(497c) A Method for Modeling Chemical Multimedia Partitioning with Neural Networks and Classifiers
AIChE Annual Meeting
2006
2006 Annual Meeting
Environmental Division
Environmental Fate and Transport Processes I
Thursday, November 16, 2006 - 9:20am to 9:45am
Multimedia fate and transport models are typically utilized for screening analysis of the multimedia distribution of chemicals in specific or generic geographical regions. Input to multimedia models consist of physicochemical properties for chemicals under scrutiny. Multimedia models require a variety of physicochemical properties. However, there is a large number of chemicals of concern for which the required physicochemical data are either uncertain or unknown. Accordingly, a methodology is proposed, based on artificial neural networks and classifiers, to estimate transport and fate of organic chemicals when data for the physicochemical properties of chemicals of concern are inaccurate, incomplete or unavailable. In the present approach, several artificial neural network architectures and classifiers have been trained, using data generated from a multimedia fate and transport model, to estimate concentrations in different media from physicochemical and molecular descriptors of the chemicals of interest.

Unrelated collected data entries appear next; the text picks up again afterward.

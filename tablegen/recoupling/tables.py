"""Which recoupling matrices a site shows: the blocks of the recoupling families, and their exact sizes.

Pure combinatorics on doubled ints (the triad rule), no values: the matrix
layout (tablegen.layouts.matrix) turns the blocks into pages, the recipe's
size guard uses the counts.  A block holds every allowed intermediate of
both trees, so each matrix is square and orthogonal.
"""

from __future__ import annotations

from typing import Iterator

from ..layouts import MatrixBlock
from ..triads import is_triad

__all__ = ["recouple3_blocks", "recouple3_count", "recouple4_blocks", "recouple4_count",
           "lsjj_blocks", "lsjj_count", "configuration",
           "states_blocks", "states_count", "coupled_ket", "product_ket"]


def _between(ta: int, tb: int) -> range:
    """Doubled values coupling ta and tb can reach."""
    return range(abs(ta - tb), ta + tb + 1, 2)


def _recouple3_shapes(lo: int, hi: int) -> Iterator[tuple[int, int, int, int, tuple[int, ...], tuple[int, ...]]]:
    js = range(lo, hi + 1)
    for j1 in js:
        for j2 in js:
            for j3 in js:
                totals = sorted({tJ for t12 in _between(j1, j2) for tJ in _between(t12, j3)})
                for tJ in totals:
                    rows = tuple(t for t in _between(j1, j2) if is_triad(t, j3, tJ))
                    cols = tuple(t for t in _between(j2, j3) if is_triad(j1, t, tJ))
                    yield j1, j2, j3, tJ, rows, cols


def recouple3_blocks(lo: int, hi: int) -> Iterator[MatrixBlock]:
    """A block per (j1, j2, j3, J) with leaves in [lo, hi] (doubled): rows j12, columns j23."""
    for j1, j2, j3, tJ, rows, cols in _recouple3_shapes(lo, hi):
        yield MatrixBlock((("j1", j1), ("j2", j2), ("j3", j3), ("J", tJ)), rows, cols,
                          lambda t12, t23, a=(j1, j2, j3, tJ): a + (t12, t23))


def recouple3_count(lo: int, hi: int) -> int:
    """Exact number of cells of recouple3_blocks(lo, hi)."""
    return sum(len(rows) * len(cols) for *_, rows, cols in _recouple3_shapes(lo, hi))


def _recouple4_shapes(lo: int, hi: int):
    js = range(lo, hi + 1)
    for j1 in js:
        for j2 in js:
            for j3 in js:
                for j4 in js:
                    pairs12 = [(a, b) for a in _between(j1, j2) for b in _between(j3, j4)]
                    pairs13 = [(a, b) for a in _between(j1, j3) for b in _between(j2, j4)]
                    totals = sorted({tJ for a, b in pairs12 for tJ in _between(a, b)})
                    for tJ in totals:
                        rows = tuple(p for p in pairs12 if is_triad(p[0], p[1], tJ))
                        cols = tuple(p for p in pairs13 if is_triad(p[0], p[1], tJ))
                        yield j1, j2, j3, j4, tJ, rows, cols


def recouple4_blocks(lo: int, hi: int) -> Iterator[MatrixBlock]:
    """A block per (j1, j2, j3, j4, J) with leaves in [lo, hi] (doubled): rows (j12, j34), columns (j13, j24)."""
    for j1, j2, j3, j4, tJ, rows, cols in _recouple4_shapes(lo, hi):
        yield MatrixBlock((("j1", j1), ("j2", j2), ("j3", j3), ("j4", j4), ("J", tJ)), rows, cols,
                          lambda r, c, a=(j1, j2, j3, j4, tJ): a + r + c)


def recouple4_count(lo: int, hi: int) -> int:
    """Exact number of cells of recouple4_blocks(lo, hi), without listing them (the size guard asks first).

    A block's rows are the pairs (j12, j34) coupling to J and its columns the pairs (j13, j24): the cells
    are the sum over J of the two pair counts multiplied, and a pair count depends only on the two pairs
    of leaves, whatever their order."""
    cache: dict = {}

    def pairs(a: int, b: int, c: int, d: int) -> dict[int, int]:
        """{2J: number of (x, y), x from a and b, y from c and d, coupling to J}."""
        key = tuple(sorted((tuple(sorted((a, b))), tuple(sorted((c, d))))))
        if key not in cache:
            out: dict[int, int] = {}
            for x in _between(a, b):
                for y in _between(c, d):
                    for tJ in _between(x, y):
                        out[tJ] = out.get(tJ, 0) + 1
            cache[key] = out
        return cache[key]

    js = range(lo, hi + 1)
    total = 0
    for j1 in js:
        for j2 in js:
            for j3 in js:
                for j4 in js:
                    rows, cols = pairs(j1, j2, j3, j4), pairs(j1, j3, j2, j4)
                    total += sum(n * cols.get(tJ, 0) for tJ, n in rows.items())
    return total


# -- two-particle LS <-> jj: a page per configuration (shells, l1, l2), a block per J -----------------------
def _lsjj_shapes(lo: int, hi: int):
    """(shells, l1, l2, J, rows, columns): equivalent l^2 (shells 1) after the two-shell l l' (shells 2)."""
    from .lsjj import lsjj_labels

    ls = [t // 2 for t in range(lo, hi + 1) if t % 2 == 0]  # whole l in the range
    for l1 in ls:
        for l2 in ls:
            for shells in ((2, 1) if l1 == l2 else (2,) if l2 > l1 else ()):
                for J in range(0, l1 + l2 + 2):
                    rows, cols = lsjj_labels(l1, l2, J, shells == 1)
                    if rows:
                        yield shells, l1, l2, J, tuple(rows), tuple((2 * L, S2) for L, S2 in cols)


def lsjj_blocks(lo: int, hi: int) -> Iterator[MatrixBlock]:
    """l1 <= l2 with whole l in [lo, hi] (doubled), each l^2 also as equivalent particles: rows (j1, j2),
    columns (L, S) labelled by their term symbols."""
    from .lsjj import term_symbol

    for shells, l1, l2, J, rows, cols in _lsjj_shapes(lo, hi):
        tex = tuple(term_symbol(tL // 2, tS, J, latex=True) for tL, tS in cols)
        head = (2 * shells, 2 * l1, 2 * l2)
        yield MatrixBlock((("shells", 2 * shells), ("l1", 2 * l1), ("l2", 2 * l2), ("J", 2 * J)), rows, cols,
                          lambda r, c, a=head, tJ=2 * J: a + r + (tJ,) + c, column_tex=tex)


def lsjj_count(lo: int, hi: int) -> int:
    """Exact number of cells of lsjj_blocks(lo, hi)."""
    return sum(len(r) * len(c) for *_, r, c in _lsjj_shapes(lo, hi))


def configuration(params: tuple[tuple[str, int], ...]) -> str:
    """'pd', 'pp′' (two shells) or 'p²' (one shell) for page parameters shells, l1, l2."""
    from .lsjj import ORBITAL_LETTERS

    shells, l1, l2 = (v // 2 for _, v in params[:3])
    a, b = (ORBITAL_LETTERS[l].lower() if l < len(ORBITAL_LETTERS) else f"[l={l}]" for l in (l1, l2))
    if shells == 1:
        return f"{a}²"
    return f"{a}{b}′" if l1 == l2 else f"{a}{b}"


# -- coupled states in product states, one tree per family (kinds/states.py: TREE3, TREE4) --------------------
def _inner_values(tree, js: tuple[int, ...]) -> Iterator[tuple[int, ...]]:
    """Every allowed (intermediates..., J) of ``tree`` over doubled leaves ``js``, in order."""

    def walk(at: int, values: list[int]):
        if at == len(tree.nodes):
            yield tuple(values[tree.leaves:])
            return
        left, right, _ = tree.nodes[at]
        for t in _between(values[left], values[right]):
            yield from walk(at + 1, values + [t])

    yield from walk(0, list(js))


def _products(js: tuple[int, ...], tM: int) -> Iterator[tuple[int, ...]]:
    """Every (m1, ..., mn) with |mi| <= ji summing to M, from the largest m1 down."""
    if len(js) == 1:
        if abs(tM) <= js[0] and (js[0] - tM) % 2 == 0:
            yield (tM,)
        return
    for m in range(js[0], -js[0] - 1, -2):
        for rest in _products(js[1:], tM - m):
            yield (m,) + rest


def _states_shapes(tree, lo: int, hi: int):
    js_range = range(lo, hi + 1)

    def leaves(n):
        return [()] if n == 0 else [(j,) + rest for j in js_range for rest in leaves(n - 1)]

    for js in leaves(tree.leaves):
        inner = tuple(_inner_values(tree, js))
        top = sum(js)
        for tM in range(top, -top - 1, -2):
            rows = tuple(r for r in inner if r[-1] >= abs(tM))
            yield js, tM, rows, tuple(_products(js, tM))


def states_blocks(tree, lo: int, hi: int) -> Iterator[MatrixBlock]:
    """A block per (j1, ..., jn, M), leaves in [lo, hi] (doubled): rows the coupled states (intermediates, J),
    columns the product states (m1, ..., mn) with m1 + ... + mn = M."""
    names = tuple(f"j{i + 1}" for i in range(tree.leaves)) + ("M",)
    for js, tM, rows, cols in _states_shapes(tree, lo, hi):
        yield MatrixBlock(tuple(zip(names, js + (tM,))), rows, cols, lambda r, c, a=js, tM=tM: a + r + (tM,) + c)


def states_count(tree, lo: int, hi: int) -> int:
    """Exact number of cells of states_blocks(tree, lo, hi), without listing them (the size guard asks first).

    Each block is square: for leaves js and projection M there are as many coupled states as product states
    with m1 + ... + mn = M, n_M; so the cells are the sum over leaf sets of the sum over M of n_M squared,
    and n_M, which depends only on the multiset of leaves, comes from multiplying the leaves' m-polynomials.
    """
    from collections import Counter
    from itertools import combinations_with_replacement
    from math import factorial

    total = 0
    for js in combinations_with_replacement(range(lo, hi + 1), tree.leaves):
        counts = {0: 1}
        for j in js:
            step: dict[int, int] = {}
            for m, n in counts.items():
                for tm in range(-j, j + 1, 2):
                    step[m + tm] = step.get(m + tm, 0) + n
            counts = step
        orders = factorial(tree.leaves)  # the leaf sets with this multiset of leaves
        for n in Counter(js).values():
            orders //= factorial(n)
        total += orders * sum(n * n for n in counts.values())
    return total


def _tex(t: int) -> str:
    """A quantum number inside a ket, in LaTeX: 1/2 slashed (kets of many spins stay one line high and short)."""
    from ..spins import half_text

    return half_text(t)


def coupled_ket(tree, params: tuple[tuple[str, int], ...], row: tuple[int, ...]) -> tuple[str, str]:
    """(text, LaTeX) of the coupled ket of ``tree``: |(j1 j2)j12, j3; J, M>, |(j1 j2)j12, (j3 j4)j34; J, M>.

    Inside a part the two coupled values are separated by a space, the root's two parts by a comma, and the
    total J and M follow a semicolon, so a coupled ket never reads as a product of |j, m> kets."""
    from ..spins import half_text as h

    p = dict(params)
    js = [p[f"j{i + 1}"] for i in range(tree.leaves)] + list(row)

    def part(at: int, form):
        if at < tree.leaves:
            return form(js[at])
        left, right, _ = next(n for n in tree.nodes if n[2] == at)
        sep = " " if form is h else "\\,"
        return f"({part(left, form)}{sep}{part(right, form)}){form(js[at])}"

    left, right, root = tree.nodes[-1]
    text = f"|{part(left, h)}, {part(right, h)}; {h(js[root])}, {h(p['M'])}⟩"
    tex = (f"\\vert {part(left, _tex)},\\,{part(right, _tex)};\\,"
           f"{_tex(js[root])},\\,{_tex(p['M'])}\\rangle")
    return text, tex


def product_ket(tree, params: tuple[tuple[str, int], ...], column: tuple[int, ...]) -> tuple[str, str]:
    """(text, LaTeX) of the product ket |j1, m1>|j2, m2>...|jn, mn>."""
    from ..spins import half_text as h

    p = dict(params)
    pairs = tuple(zip((p[f"j{i + 1}"] for i in range(tree.leaves)), column))
    text = "".join(f"|{h(j)}, {h(m)}⟩" for j, m in pairs)
    tex = "".join(f"\\vert {_tex(j)},\\,{_tex(m)}\\rangle" for j, m in pairs)
    return text, tex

The core of the proposed methodology is to select relevant multimedia chemical distribution patterns that represent regions of the input-output multidimensional space of a given multimedia model, for training networks that can subsequently serve as multivariate function approximators. The relevant patterns to train neural networks were selected via a two step process. In the first step, the input-target space was analyzed with several feature selection algorithms, e.g., filters or wrappers, to reduce the required number of input variables. In the second step, the selected chemicals (represented by input vectors) were clustered with a Self-Organizing Map and placed in either training or test data sets as their corresponding clusters suggest.

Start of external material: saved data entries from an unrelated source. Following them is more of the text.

fn count<W: AsRef<[u64]>, C: Counter>(
    rule: &Rule<W>,
    members: &mut [MemberCounts<C>],
    work: Workspace<'_, C>,
    sizes: bool,
    meter: &Meter<'_>,
) -> Result<RuleCounts<C>, Error> {
    let sp = space(rule)?;
    if sp.dims == 1 {
        return count_single(rule, &sp, members, work, sizes, meter);
    }
    let n = rule.members();
    let attributes = rule.attributes();
    let p = sp.per_row;
    let (order, starts) = work.indices.split_at_mut(n);
    let types = Types::group(rule, rule.used_attributes(), order, starts);
    let (table, rest) = work.counts.split_at_mut((n + 1) * p);
    let pivots = &mut rest[..n];
    let mut totals = [0u64; MAX_ATTRIBUTES];
    for (a, t) in totals.iter_mut().enumerate().take(attributes) {
        *t = rule.total(a);
    }
    let wins_at = |index: usize| {
        let mut sums = [0u64; MAX_ATTRIBUTES];
        sp.decode(index, &mut sums);
        rule.passes_with_sums(&sums[..attributes])
    };
    let complement_wins_at = |index: usize| {
        let mut sums = [0u64; MAX_ATTRIBUTES];
        sp.decode(index, &mut sums);
        for a in 0..attributes {
            sums[a] = totals[a].saturating_sub(sums[a]);
        }
        rule.passes_with_sums(&sums[..attributes])
    };

    // Rule-level figures from the full distribution.
    build(rule, &sp, table, None, meter)?;
    let mut out = RuleCounts::<C>::start(n, Engine::Dense, false);
    for k in 0..=n {
        for s in 0..p {
            let c = table[k * p + s];
            if c.is_zero() {
                continue;
            }
            if wins_at(s) {
                out.winning = out.winning.add(c)?;
                out.smallest_winning = Some(out.smallest_winning.map_or(k, |m| m.min(k)));
                if complement_wins_at(s) {
                    out.proper = false;
                }
            } else {
                out.losing = out.losing.add(c)?;
                if !complement_wins_at(s) {
                    out.strong = false;
                }
            }
        }
    }

    for t in 0..types.count {
        let rep = types.representative(t);
        for c in pivots.iter_mut() {
            *c = C::ZERO;
        }
        // Rebuild without one member of this type, then test every state.
        build(rule, &sp, table, Some(rep), meter)?;
        for k in 0..n {
            for s in 0..p {
                let c = table[k * p + s];
                if !c.is_zero() && !wins_at(s) && wins_at(sp.shifted(rule, s, rep)) {
                    pivots[k] = pivots[k].add(c)?;
                }
            }
        }
        let (ss, numerator) = shapley_from_sizes(n, pivots)?;
        let value = MemberCounts {
            swings: sum_counts(pivots)?,
            shapley_shubik: ss,
            shapley_shubik_numerator: numerator,
            ..MemberCounts::EMPTY
        };
        for &m in types.members(t) {
            members[m as usize] = value;
        }
    }
    Ok(out)
}

#[cfg(test)]
mod tests {
    use crate::engine::{count_allocating, Engine, Scope};
    use crate::model::atom::Atom;
    use crate::model::rule::{Node, Rule};
    use proptest::prelude::*;

    proptest! {
        #![proptest_config(ProptestConfig { cases: 300, ..ProptestConfig::default() })]
        /// Both scopes of the single-attribute path against enumeration,
        /// zero weights and unreachable or trivial quotas included.
        #[test]
        fn single_attribute_matches_enumeration(
            w in prop::collection::vec(0u64..9, 1..12),
            share in 0u64..=110,
            two in any::<bool>(),
        ) {
            let n = w.len();
            let total: u64 = w.iter().sum();
            let q = total * share / 100;
            let atoms = [Atom { attribute: 0, quota: q }, Atom { attribute: 0, quota: q / 2 + 1 }];
            let f: &[Node] = if two { &[Node::Atom(0), Node::Atom(1), Node::Any(2)] } else { &[Node::Atom(0)] };
            let rule = Rule::new(n, w.clone(), &atoms, f).unwrap();
            let (oracle, oracle_members) = count_allocating::<_, u128>(&rule, Engine::Enumerate, Scope::All, &crate::model::meter::Meter::unlimited()).unwrap();
            for scope in [Scope::All, Scope::Swings] {
                let (got, members) = count_allocating::<_, u128>(&rule, Engine::Dense, scope, &crate::model::meter::Meter::unlimited()).unwrap();
                prop_assert_eq!(got.winning, oracle.winning);
                prop_assert_eq!(got.losing, oracle.losing);
                prop_assert_eq!(got.proper, oracle.proper);
                prop_assert_eq!(got.strong, oracle.strong);
                prop_assert_eq!(got.smallest_winning, oracle.smallest_winning);
                prop_assert_eq!(got.shapley_shubik, scope == Scope::All);
                for i in 0..n {
                    prop_assert_eq!(members[i].swings, oracle_members[i].swings, "member {}", i);
                    if scope == Scope::All {
                        prop_assert_eq!(members[i].shapley_shubik_numerator, oracle_members[i].shapley_shubik_numerator);
                    }
                }
            }
        }
    }
}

Training and testing of different artificial neural networks (backpropagation and RBFs) and classifiers (fuzzy ARTMAP and Support Vector Machines) were performed with the corresponding data sets, followed by comparison of models with respect to their performance. In the present study, multimedia simulations were carried out via a standard multimedia model for a given geographical area and meteorological conditions. In the first stage, the input to the neural networks were sets of physicochemical properties for 490 selected chemicals (332 for training and 158 for testing). In a second stage, the physicochemical properties were replaced by molecular descriptors as input for the neural networks. For the 332 training chemicals selected, seven physicochemical properties and the corresponding multimedia model output concentrations contained sufficient information for training the neural networks and classifiers. That selection was confirmed by an evaluation of the multivariate correlation of the data using the K correlation index. The seven relevant variables were those related to chemical partitioning coefficients and degradation rate parameters in each media. The selected backpropagation final architecture was a 7-20-5 network (7 input variables, one hidden layer with 20 neurons and the concentration in 5 media ? air, water, sediments, soil and vegetation - as output) which was able to predict the 5 output concentrations with an mean absolute error of 0.026 in terms of scaled/normalized concentrations. Equally performing models were obtained with RBFs networks, as well as with the classifiers fuzzy ARTMAP and Support Vector Machines. Training models with physicochemical properties as the chemical-specific input variables revealed that the artificial neural network and classifiers based model can be used to estimate chemical concentrations provided that the training data set contained representative patterns. Partitioning concentrations predicted for the above mentioned 5 media with neural networks and classifiers trained with only molecular descriptors of the chemicals of interest will also be presented and discussed.